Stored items
════════════════════

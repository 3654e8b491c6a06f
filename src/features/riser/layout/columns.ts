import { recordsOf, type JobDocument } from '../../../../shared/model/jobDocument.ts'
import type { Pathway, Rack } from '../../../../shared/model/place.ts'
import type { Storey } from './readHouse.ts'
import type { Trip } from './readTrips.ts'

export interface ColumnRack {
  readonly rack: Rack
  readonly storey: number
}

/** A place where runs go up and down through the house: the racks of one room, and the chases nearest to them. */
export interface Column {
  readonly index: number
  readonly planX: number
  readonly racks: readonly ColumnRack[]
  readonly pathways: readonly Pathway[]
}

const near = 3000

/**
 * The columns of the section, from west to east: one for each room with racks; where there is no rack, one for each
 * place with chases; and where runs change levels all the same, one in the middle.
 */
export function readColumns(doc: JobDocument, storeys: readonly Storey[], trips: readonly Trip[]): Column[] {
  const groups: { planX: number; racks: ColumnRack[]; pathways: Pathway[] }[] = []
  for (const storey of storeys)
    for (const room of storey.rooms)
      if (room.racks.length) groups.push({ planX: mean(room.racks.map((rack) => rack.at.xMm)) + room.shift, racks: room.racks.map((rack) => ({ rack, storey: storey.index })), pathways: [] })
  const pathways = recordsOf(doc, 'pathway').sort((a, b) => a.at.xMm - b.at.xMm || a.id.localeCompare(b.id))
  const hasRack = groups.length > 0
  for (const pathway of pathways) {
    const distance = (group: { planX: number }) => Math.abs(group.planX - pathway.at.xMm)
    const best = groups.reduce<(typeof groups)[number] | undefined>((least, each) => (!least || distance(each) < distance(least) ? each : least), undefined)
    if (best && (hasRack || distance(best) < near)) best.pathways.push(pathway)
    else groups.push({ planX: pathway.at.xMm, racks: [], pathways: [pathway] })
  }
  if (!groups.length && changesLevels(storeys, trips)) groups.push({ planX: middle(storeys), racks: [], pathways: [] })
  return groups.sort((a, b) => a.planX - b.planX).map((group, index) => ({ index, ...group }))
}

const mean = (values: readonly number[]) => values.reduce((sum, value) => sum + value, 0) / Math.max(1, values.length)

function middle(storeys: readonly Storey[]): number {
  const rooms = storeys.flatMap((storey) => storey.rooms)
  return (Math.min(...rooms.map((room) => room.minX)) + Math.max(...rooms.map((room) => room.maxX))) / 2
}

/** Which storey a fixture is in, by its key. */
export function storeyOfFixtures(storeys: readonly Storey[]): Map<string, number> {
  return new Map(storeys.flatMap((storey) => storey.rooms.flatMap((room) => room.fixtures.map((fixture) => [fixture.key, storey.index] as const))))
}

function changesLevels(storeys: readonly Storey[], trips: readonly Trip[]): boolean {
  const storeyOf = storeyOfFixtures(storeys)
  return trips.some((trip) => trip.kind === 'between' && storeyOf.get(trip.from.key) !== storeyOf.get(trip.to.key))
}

════════════════════

■ WHAT IS EXPECTED:
Would you return the entries exactly as they stand?

■ FINISHED TASK:
repository 3654e8b491c6a06f
filename src/features/riser/layout/columns.ts
import { recordsOf, type JobDocument } from '../../../../shared/model/jobDocument.ts'
import type { Pathway, Rack } from '../../../../shared/model/place.ts'
import type { Storey } from './readHouse.ts'
import type { Trip } from './readTrips.ts'

export interface ColumnRack {
  readonly rack: Rack
  readonly storey: number
}

/** A place where runs go up and down through the house: the racks of one room, and the chases nearest to them. */
export interface Column {
  readonly index: number
  readonly planX: number
  readonly racks: readonly ColumnRack[]
  readonly pathways: readonly Pathway[]
}

const near = 3000

/**
 * The columns of the section, from west to east: one for each room with racks; where there is no rack, one for each
 * place with chases; and where runs change levels all the same, one in the middle.
 */
export function readColumns(doc: JobDocument, storeys: readonly Storey[], trips: readonly Trip[]): Column[] {
  const groups: { planX: number; racks: ColumnRack[]; pathways: Pathway[] }[] = []
  for (const storey of storeys)
    for (const room of storey.rooms)
      if (room.racks.length) groups.push({ planX: mean(room.racks.map((rack) => rack.at.xMm)) + room.shift, racks: room.racks.map((rack) => ({ rack, storey: storey.index })), pathways: [] })
  const pathways = recordsOf(doc, 'pathway').sort((a, b) => a.at.xMm - b.at.xMm || a.id.localeCompare(b.id))
  const hasRack = groups.length > 0
  for (const pathway of pathways) {
    const distance = (group: { planX: number }) => Math.abs(group.planX - pathway.at.xMm)
    const best = groups.reduce<(typeof groups)[number] | undefined>((least, each) => (!least || distance(each) < distance(least) ? each : least), undefined)
    if (best && (hasRack || distance(best) < near)) best.pathways.push(pathway)
    else groups.push({ planX: pathway.at.xMm, racks: [], pathways: [pathway] })
  }
  if (!groups.length && changesLevels(storeys, trips)) groups.push({ planX: middle(storeys), racks: [], pathways: [] })
  return groups.sort((a, b) => a.planX - b.planX).map((group, index) => ({ index, ...group }))
}

const mean = (values: readonly number[]) => values.reduce((sum, value) => sum + value, 0) / Math.max(1, values.length)

function middle(storeys: readonly Storey[]): number {
  const rooms = storeys.flatMap((storey) => storey.rooms)
  return (Math.min(...rooms.map((room) => room.minX)) + Math.max(...rooms.map((room) => room.maxX))) / 2
}

/** Which storey a fixture is in, by its key. */
export function storeyOfFixtures(storeys: readonly Storey[]): Map<string, number> {
  return new Map(storeys.flatMap((storey) => storey.rooms.flatMap((room) => room.fixtures.map((fixture) => [fixture.key, storey.index] as const))))
}

function changesLevels(storeys: readonly Storey[], trips: readonly Trip[]): boolean {
  const storeyOf = storeyOfFixtures(storeys)
  return trips.some((trip) => trip.kind === 'between' && storeyOf.get(trip.from.key) !== storeyOf.get(trip.to.key))
}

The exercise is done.